*Extracted records*.
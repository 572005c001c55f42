"""Rim and outer walls of open guides and horns (keepclear.antennas.walls)."""

from __future__ import annotations

import json

import numpy as np
import pytest

from keepclear.antennas.aperture import OpenWaveguide, hemisphere_rule
from keepclear.antennas.base import ETA0_OHM, ModelInputError, Placement
from keepclear.antennas.horn import PyramidalHorn
from keepclear.antennas.walls import (
    BACK_MARGIN_DB,
    WalledAperture,
    back_margin,
    hard_fringe,
    soft_slope_fringe,
)

F_HZ = 2.45e9
WR340 = (0.08636, 0.04318)  # EIA WR-340: 3.400 x 1.700 in
DEMO_HORN = (0.24, 0.18, 0.30)  # scenarios/horn-bench-options.toml
LAM = 299792458.0 / F_HZ


def _guide(**kw):
    return WalledAperture(OpenWaveguide(F_HZ, 10.0, *WR340), **kw)


def _horn(**kw):
    horn = PyramidalHorn(F_HZ, 10.0, *WR340, *DEMO_HORN)
    return WalledAperture(horn, flare_half_angles_deg=horn.geometry.flare_half_angles_deg, **kw)


def _dirs(plane: str, degrees) -> np.ndarray:
    t = np.radians(np.asarray(degrees, dtype=float))
    z = np.zeros_like(t)
    if plane == "E":
        return np.stack([z, np.sin(t), np.cos(t)], axis=1)
    return np.stack([np.sin(t), z, np.cos(t)], axis=1)


def _db(x):
    return 10 * np.log10(x)


def _fullwave_boresight_dbi():
    """Peak directivity of the stored open WR-340 case (validation/data), if present."""
    from tests import validation_data as vd

    if "guide-wr340" not in vd.available():
        return None
    case = vd.load("guide-wr340")
    return float(case.peak_directivity_dbi), case.engine


# ------------------------------------------------------------------ published numbers
def test_open_wr340_boresight_directivity_fullwave():
    """Boresight directivity against full-wave (FDTD, openEMS).

    Reference: the stored openEMS case ``guide-wr340`` (validation/data/guide-wr340.json,
    open WR-340 guide, no flange, 2 mm walls, 2.45 GHz, nf2ff peak directivity 6.54 dBi,
    openEMS v0.0.35); without the data file, 6.9 dBi, the openEMS figure quoted in the
    project's issue on the all-around validation.  Tolerance 1 dB: the
    front-region criterion of that validation.
    """
    stored = _fullwave_boresight_dbi()
    reference = stored[0] if stored else 6.9
    guide = _guide()
    g = _db(guide.gain(np.array([[0.0, 0.0, 1.0]]))[0])
    assert abs(g - reference) <= 1.0, (g, reference, stored)
    # the aperture model alone: 6.25 dBi (same source: 0.3-0.65 dB low)
    assert g > _db(guide.aperture.boresight_gain())


def test_open_wr340_boresight_gain_published_range():
    """Against published gains of unflanged open rectangular guides.

    Yaghjian, IEEE Trans. AP-32(4), 378-384 (1984), abstract (p. 378): both his methods
    give the on-axis gain of X-band and larger open-ended guides within about 0.2 dB of
    measurement; our reconstruction of his first method
    (:func:`open_waveguide_gain_variants`, ``"yaghjian-1"``, whole-sphere reading) gives
    5.66 dBi for WR-340 at 2.45 GHz.  The model must not fall below it (a keep-out
    estimate must not shrink), and stays within 1.5 dB above it (the 2 dB pattern
    accuracy Yaghjian quotes for his second method, less margin; the reconstruction is
    from the paper's first page, its equations unread, so the bound is loose).
    """
    from keepclear.antennas.aperture import open_waveguide_gain_variants

    yaghjian = open_waveguide_gain_variants(*WR340, F_HZ)["yaghjian-1"]
    g = _db(_guide().gain(np.array([[0.0, 0.0, 1.0]]))[0])
    assert yaghjian - 0.2 <= g <= yaghjian + 1.5, (g, yaghjian)


def test_issue_figures_open_guide_behind_and_beside():
    """Held against the full-wave figures of the open WR-340 guide (same source as above).

    The aperture-only model was up to 7.5 dB high at 90 deg in the H-plane and 5-6 dB
    low beside the feed guide; the walled model must be no more than 6 dB above the
    full-wave value at H-plane 90 deg (full-wave = aperture model - 7.5 dB) and lift
    every direction behind the aperture plane above the aperture-only value.
    """
    guide = _guide()
    kirchhoff = guide.aperture
    h90 = _dirs("H", [90.0])
    fullwave_h90 = _db(kirchhoff.gain(h90)[0]) - 7.5
    # the rim term itself; the back-region margin (BACK_MARGIN_DB) comes on top of it
    assert _db(guide.gain(h90)[0]) - BACK_MARGIN_DB <= fullwave_h90 + 6.0
    behind = np.concatenate([_dirs("E", [120, 135, 150, 180]), _dirs("H", [120, 135, 150])])
    assert np.all(guide.gain(behind) > kirchhoff.gain(behind))


def test_issue_figures_horn_front_and_back():
    """Pyramidal horn on WR-340 (full-wave figures, same source).

    Within 0.6 dB of full-wave in front out to 45 deg, where the aperture model is good:
    the rim must not move the front by more than 0.6 dB there; 15 dB low at 135 deg in
    the E-plane: the rim term must lift that direction by at least 6 dB.
    """
    horn = _horn()
    front = np.concatenate([_dirs("E", [0, 15, 30, 45]), _dirs("H", [15, 30, 45])])
    g = horn.gain(front)
    g0 = horn.aperture.gain(front)
    strong = g0 > g0.max() * 10 ** (-1.5)  # compare where the beam is, not in its nulls
    assert np.all(np.abs(_db(g[strong]) - _db(g0[strong])) <= 0.6)
    e135 = _dirs("E", [135.0])
    assert _db(horn.gain(e135)[0]) - _db(horn.aperture.gain(e135)[0]) >= 6.0


# ------------------------------------------------------------------ identities
@pytest.mark.parametrize("make", [_guide, _horn, lambda: _guide(flange_m=[0.3, 0.2])])
@pytest.mark.parametrize("normalize", ["aperture", "total"])
def test_power_conservation_over_sphere(make, normalize):
    """Radiated power over the sphere: power_w ("total") or power_ratio * power_w.

    Common practice, no source: Gauss-Legendre in cos(theta), trapezoid in phi, on a
    finer rule than the model's own normalisation; within 2 %.
    """
    radiator = make() if normalize == "aperture" else _rebuild(make(), normalize)
    dirs, weights = hemisphere_rule(120)
    total = 0.0
    for flip in (1.0, -1.0):
        d = dirs * np.array([1.0, 1.0, flip])
        # the power of the model's currents: the back-region margin taken out
        f = radiator.far_field(d) / back_margin(d, radiator.back_margin_db)[:, None]
        total += float(np.sum(np.abs(f) ** 2, axis=1) @ weights) / ETA0_OHM
    expected = radiator.power_w * (radiator.power_ratio if normalize == "aperture" else 1.0)
    assert abs(total / expected - 1.0) < 0.02
    # the near field far out agrees with the pattern (1/r^2 law, far field)
    r = 200.0
    u = np.array([[0.0, 0.6, 0.8], [0.7, 0.0, -0.714142842854285]])
    e, _ = radiator.fields(r * u)
    f = radiator.far_field(u)
    assert np.allclose(np.abs(e) ** 2 * r * r, np.abs(f) ** 2, rtol=0.05, atol=1e-6)


def _rebuild(walled: WalledAperture, normalize: str) -> WalledAperture:
    return WalledAperture(
        walled.aperture,
        walled.flange_m,
        flare_half_angles_deg=walled.flare_half_angles_deg,
        normalize=normalize,
    )


def test_continuity_across_aperture_plane_and_around_rim():
    """No jump in |E| across z = 0 beside the opening, nor around the rim edge.

    A smooth field between neighbouring points lambda/200 apart: |E| changes by less
    than 5 % (common practice, no source).  Paths: across the aperture plane beside
    the guide (x = 0.1 m), and a half-circle of radius lambda/4 round the top rim edge
    from in front to behind the wall.
    """
    guide = _guide()
    step = LAM / 200
    z = np.arange(-0.05, 0.05, step)
    line = np.stack([np.full_like(z, 0.1), np.full_like(z, 0.01), z], axis=1)
    ang = np.linspace(0.0, np.pi, 400)
    rho = LAM / 4
    arc = np.stack(
        [np.full_like(ang, 0.01), WR340[1] / 2 + rho * np.sin(ang), rho * np.cos(ang)], axis=1
    )
    for path in (line, arc):
        e, h = guide.fields(path)
        mag = np.linalg.norm(e, axis=1)
        assert np.all(np.isfinite(mag)) and np.all(np.isfinite(h))
        jumps = np.abs(np.diff(mag)) / np.maximum(mag[:-1], 1e-12)
        assert jumps.max() < 0.05, jumps.max()


def test_never_below_aperture_model_behind():
    """Behind the aperture plane and beside the feed, the walled guide and horn do not
    fall below the aperture-only model by more than the validation allows (3 dB), at
    points 0.3-1 m from the source (the test_fullwave criterion, "never more than 3 dB
    below" the reference, applied to the aperture model, which is itself low there).
    """
    rng = np.random.default_rng(7)
    for make in (_guide, _horn):
        radiator = make()
        u = rng.normal(size=(400, 3))
        u /= np.linalg.norm(u, axis=1, keepdims=True)
        u = u[u[:, 2] < -0.1]
        pts = u * rng.uniform(0.3, 1.0, size=(u.shape[0], 1))
        e, _ = radiator.fields(pts)
        e0, _ = radiator.aperture.fields(pts)
        s = np.sum(np.abs(e) ** 2, axis=1)
        s0 = np.sum(np.abs(e0) ** 2, axis=1)
        assert np.all(s >= s0 * 10 ** (-0.3))


def test_flange_reduces_back_radiation():
    """A flange shields the guide's outer walls: less radiation behind than bare walls.

    Common practice, no source (a flange raises the front-to-back ratio of an open
    guide).  Mean gain over the back hemisphere, and a larger flange less again.
    """
    d = np.random.default_rng(3).normal(size=(2000, 3))
    d /= np.linalg.norm(d, axis=1, keepdims=True)
    back = d[d[:, 2] < -0.2]
    bare = _guide().gain(back).mean()
    small = _guide(flange_m=[0.2, 0.15]).gain(back).mean()
    large = _guide(flange_m=[0.5, 0.5]).gain(back).mean()
    assert small < bare and large < small


def test_fringe_shapes_published_limits():
    """The fringe shapes at the half-plane's limits (Kouyoumjian and Pathak 1974, n = 2,
    grazing incidence): zero on the shadow boundary for the hard edge, the full half-plane
    value 1 straight back along the wall, tan(psi/4) in between on the lit side; the soft
    slope shape -1/(4 cos^2(psi/4)): -1/4 on the boundary, -1/2 straight back.
    """
    assert hard_fringe(np.array([0.0]))[0] == pytest.approx(0.0, abs=1e-15)
    assert hard_fringe(np.array([np.pi]))[0] == pytest.approx(1.0)
    assert hard_fringe(np.array([-np.pi]))[0] == pytest.approx(1.0)
    assert hard_fringe(np.array([1.0]))[0] == pytest.approx(np.tan(0.25))
    assert soft_slope_fringe(np.array([0.0]))[0] == pytest.approx(-0.25)
    assert soft_slope_fringe(np.array([np.pi]))[0] == pytest.approx(-0.5)
    psi = np.linspace(-np.pi, np.pi, 2001)
    assert np.all(np.abs(np.diff(hard_fringe(psi))) < 0.02)  # continuous


def test_rotation_of_placement():
    """Fields follow the placement (rotation invariance, common practice, no source)."""
    placed = WalledAperture(
        OpenWaveguide(F_HZ, 10.0, *WR340, Placement.from_axes([1, 2, 3], [1, 0, 0], [0, 0, 1]))
    )
    local = _guide()
    p_local = np.array([[0.3, -0.2, -0.4], [0.0, 0.1, 0.5]])
    p = placed.placement.position_m + p_local @ placed.placement.rotation.T
    e_placed, _ = placed.fields(p)
    e_local, _ = local.fields(p_local)
    assert np.allclose(np.linalg.norm(e_placed, axis=1), np.linalg.norm(e_local, axis=1),
                       rtol=1e-9)  # fmt: skip


@pytest.mark.parametrize(
    ("flange", "fragment"),
    [([0.05, 0.2], "smaller than the opening"), ([0.3, -1.0], "positive, finite"),
     ([0.3, float("nan")], "positive, finite"), ([0.3], "two")],
)  # fmt: skip
def test_flange_validation(flange, fragment):
    with pytest.raises(ModelInputError, match=fragment) as info:
        _guide(flange_m=flange)
    assert info.value.parameter == "flange_m"


def test_flange_key_in_scenario_cli(tmp_path):
    """flange_m through the command line: accepted, and refused with exit 2 naming the key."""
    body = (
        'name = "flanged guide"\n[[source]]\nantenna = "open-waveguide"\nwaveguide = "WR-340"\n'
        "power_w = 100.0\nposition_m = [0, 0, 1]\nboresight = [1, 0, 0]\nflange_m = {}\n"
    )
    ok = tmp_path / "ok.toml"
    ok.write_text(body.format("[0.3, 0.2]"))
    bad = tmp_path / "bad.toml"
    bad.write_text(body.format("[0.05, 0.2]"))
    from typer.testing import CliRunner

    from keepclear.fields.cli import app

    runner = CliRunner()
    res = runner.invoke(app, ["probe", str(ok), "--at", "-0.3,0.2,1", "--json"])
    assert res.exit_code == 0, res.output
    assert json.loads(res.stdout)["points"][0]["power_density_w_m2"] > 0
    res = runner.invoke(app, ["probe", str(bad), "--at", "1,0,1", "--json"])
    assert res.exit_code == 2
    assert "flange_m" in res.output and "smaller than the opening" in res.output


def test_fast_enough_shape_only():
    """The rim adds a few dozen line-source nodes, not a surface: a sanity check of the
    model's size (speed itself is measured in tests/benchmarks/bench_walls.py)."""
    assert sum(e.nodes_m.shape[0] for e in _guide().edges) <= 64
    assert sum(e.nodes_m.shape[0] for e in _horn().edges) <= 160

*Brief*. Print the records above verbatim from their first line to the line containing "from keepclear.antennas.base import", both included, and stop there.

*Task solution*.
repository 572005c001c55f42
"""Rim and outer walls of open guides and horns (keepclear.antennas.walls)."""

from __future__ import annotations

import json

import numpy as np
import pytest

from keepclear.antennas.aperture import OpenWaveguide, hemisphere_rule
from keepclear.antennas.base import ETA0_OHM, ModelInputError, Placement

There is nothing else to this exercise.